Hoje, deixou o protagonismo dos autorretratos para se dedicar a outros temas. Seus desenhos mais recentes retratam artistas da música como Sabotage, John Coltrane, Milton Nascimento; também trazem cenas caseiras do cotidiano e paisagens urbanas.
Depois da Nina Simone, comprei outros dois desenhos do Hélio: um, de uma ponte sob o céu amarelo, e outro, do Belchior.
Pode haver quem diga que essa entrevista é jabá, mas o Hélio não vai me dar nada por esse trabalho aqui — para quem não sabe, JABÁ é quando um jornalista “vende” uma reportagem em troca de alguma coisa.
É muito louco isso de comprar as coisas de quem faz, de estimular o desenvolvimento dos negócios culturais locais, pequenos, próprios, e sem firula. Como mídia independente, o JORNAL DOIS se propõe a fortalecer e valorizar essa cultura bauruense ao mostrar para as pessoas que se faz muita arte por aqui. Tem muita cultura por aqui. Não é coisa de capital, é coisa de todo mundo. Coisa das pessoas mesmo.
Hélio conta que foi a partir dos quatro anos que começou a mexer com desenho, acredito que como todo mundo faz. Pega os lápis de cor, o giz de cera e fica lá experimentando as cores no papel por horas e horas. Só que diferente de muita gente, ele não parou.
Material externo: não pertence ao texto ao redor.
"""Read what the paper is written from."""

from __future__ import annotations

from typing import Any

from lineproof import store
from lineproof.paper.context import Context


def open_context(given: Any, options: dict[str, Any]) -> Context:
    """The context from a job's named inputs estimates, index and intake, and its options."""
    return Context(
        estimates=store.read_table(given.estimates),
        subperiods=store.read_json(given.index),
        facts=options["facts"],
        intake=store.read_json(given.intake),
    )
“Desenhar, pra mim, tem sido algo muito libertador, de autoconhecimento. E ao mesmo tempo bastante terapêutico e expressivo”, responde Hélio, quando pergunto como ele se relaciona com seu trabalho.
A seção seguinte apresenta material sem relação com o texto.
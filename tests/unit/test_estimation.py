"""The table of estimates: keys, alignment with the market, holes, and what a user is told."""

from __future__ import annotations

import numpy as np
import pandas as pd
import pytest

from lineproof.estimation import estimate_betas
from lineproof.frames import BETAS
from lineproof.problems import KnownProblem

MONTHS = pd.date_range("2001-01-31", periods=40, freq="ME", unit="ms")
OPTIONS = {"name": "short", "estimator": "ols", "window": 12, "min_obs": 6}


def market_of(returns: np.ndarray, dates: pd.DatetimeIndex = MONTHS) -> pd.DataFrame:
    return pd.DataFrame({"date": dates, "market_excess": returns, "riskless": 0.002})


def panel_of(securities: dict[str, pd.Series]) -> pd.DataFrame:
    """Excess returns by date for each security, in the layout of the panel."""
    parts = [
        pd.DataFrame({"security": name, "date": series.index, "excess_return": series.to_numpy()})
        for name, series in securities.items()
    ]
    return pd.concat(parts, ignore_index=True).astype({"date": "datetime64[ms]"})


def draw(seed: int) -> tuple[np.ndarray, pd.Series]:
    rng = np.random.default_rng(seed)
    market = rng.normal(0.005, 0.04, len(MONTHS))
    return market, pd.Series(0.001 + 1.1 * market + rng.normal(0, 0.05, len(MONTHS)), MONTHS)


def test_each_estimate_uses_the_months_up_to_its_date() -> None:
    market, first = draw(1)
    late = (0.5 * first).iloc[15:]
    holes = first.drop(MONTHS[[20, 21, 22]])
    table = estimate_betas(
        panel_of({"A": first, "B": late, "C": holes}), market_of(market), **OPTIONS
    )
    BETAS.validate(table)
    factor = pd.Series(market, MONTHS)
    expected = []
    for name, series in (("A", first), ("B", late), ("C", holes)):
        for date in series.index:
            since = date - pd.offsets.MonthEnd(OPTIONS["window"])
            seen = series[(series.index > since) & (series.index <= date)]
            if len(seen) >= OPTIONS["min_obs"]:
                slope, intercept = np.polyfit(factor[seen.index], seen, 1)
                expected.append((name, date, slope, intercept, len(seen)))
    want = pd.DataFrame(expected, columns=["security", "date", "beta", "alpha", "n_obs"])
    assert table["security"].tolist() == want["security"].tolist()
    assert table["date"].tolist() == want["date"].tolist()
    assert table["n_obs"].tolist() == want["n_obs"].tolist()
    # Rounding of a least-squares fit on 6 to 12 well-spread months.
    np.testing.assert_allclose(table["beta"], want["beta"], rtol=1e-10)
    np.testing.assert_allclose(table["alpha"], want["alpha"], rtol=1e-8, atol=1e-14)


def test_a_month_the_market_lacks_does_not_count() -> None:
    market, series = draw(2)
    short = market_of(market).drop(index=[10])
    table = estimate_betas(panel_of({"A": series}), short, **OPTIONS).set_index("date")
    assert table.loc[MONTHS[9], "n_obs"] == 10
    assert table.loc[MONTHS[10], "n_obs"] == 10  # a row at the date, without its own pair
    assert table.loc[MONTHS[11], "n_obs"] == 11


def test_an_estimate_is_made_at_a_row_without_a_return() -> None:
    market, series = draw(3)
    series.iloc[30] = np.nan
    table = estimate_betas(panel_of({"A": series}), market_of(market), **OPTIONS)
    assert table.set_index("date").loc[MONTHS[30], "n_obs"] == 11


def test_a_market_longer_than_the_panel_changes_nothing() -> None:
    market, series = draw(4)
    panel = panel_of({"A": series.iloc[12:30]})
    whole = estimate_betas(panel, market_of(market), **OPTIONS)
    cut = estimate_betas(panel, market_of(market).iloc[12:30], **OPTIONS)
    pd.testing.assert_frame_equal(whole, cut, check_exact=True)


def test_no_estimate_at_all_says_what_to_change() -> None:
    market, series = draw(5)
    with pytest.raises(KnownProblem) as short:
        estimate_betas(panel_of({"A": series.iloc[:5]}), market_of(market), **OPTIONS)
    assert "betas.short: no security has 6 months of returns within 12 months" in str(short.value)
    with pytest.raises(KnownProblem) as flat:
        estimate_betas(panel_of({"A": series}), market_of(np.full(40, 0.1)), **OPTIONS)
    assert "the market's return is the same in every month" in str(flat.value)


@pytest.mark.fault(33)
def test_a_window_longer_than_the_sample_is_refused() -> None:
    market, series = draw(6)
    panel = panel_of({"A": series})
    assert len(estimate_betas(panel, market_of(market), **{**OPTIONS, "window": 40})) > 0
    with pytest.raises(KnownProblem) as told:
        estimate_betas(panel, market_of(market), **{**OPTIONS, "window": 41})
    assert str(told.value) == (
        "No beta can be estimated.\n"
        "  betas.short.window: a window of 41 months is longer than the sample, which has 40\n"
        "    → shorten window"
    )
“Não precisa necessariamente a pessoa nascer com um dom ou talento pra exercer isso”, afirma ele. “Acho que não tem um limite pra estar desenhando, pintando, rabiscando, qualquer coisa. Não tem limites pras possibilidades artísticas”.
A música passa por essas experimentações e sentimentos que preenchem o canal elhome no Soundcloud. Hélio me mandou esse link um dia porque a gente só conversava dos desenhos, e queria me mostrar as outras coisas que andava fazendo.
Entre estilos musicais e tempos diferentes, se constrói uma linearidade narrativa que perpassa todas as composições. As nuances eletrônicas, sempre presentes, marcam esse projeto musical que, para Hélio, caminha junto com a ilustração, a vida, os estudos e tudo mais. Até o final do ano, ele pretende lançar um novo projeto, com novas faixas e outra pegada — dá para acompanhar pelo Facebook e ficar sabendo de tudo.
Foi entre 2013 e 2014 que Hélio começou a trabalhar mais seriamente com a ilustração e a música, na tentativa de viver desses produtos e firmar sua carreira como artista.
“Todos nós sabemos que nem precisa ser artista independente para estar ciente do momento caótico que a gente tá vivendo”, define.
Para ele, o Brasil não valoriza a arte independente e o interior do estado de São Paulo não reconhece a diversidade da produção. “As pessoas às vezes não tem muito interesse, e é complicado viver disso, como eu. Eu só trabalho com isso”, relata Hélio. “Eu acho que a arte ainda é muito elitizada e acaba não tendo visibilidade”.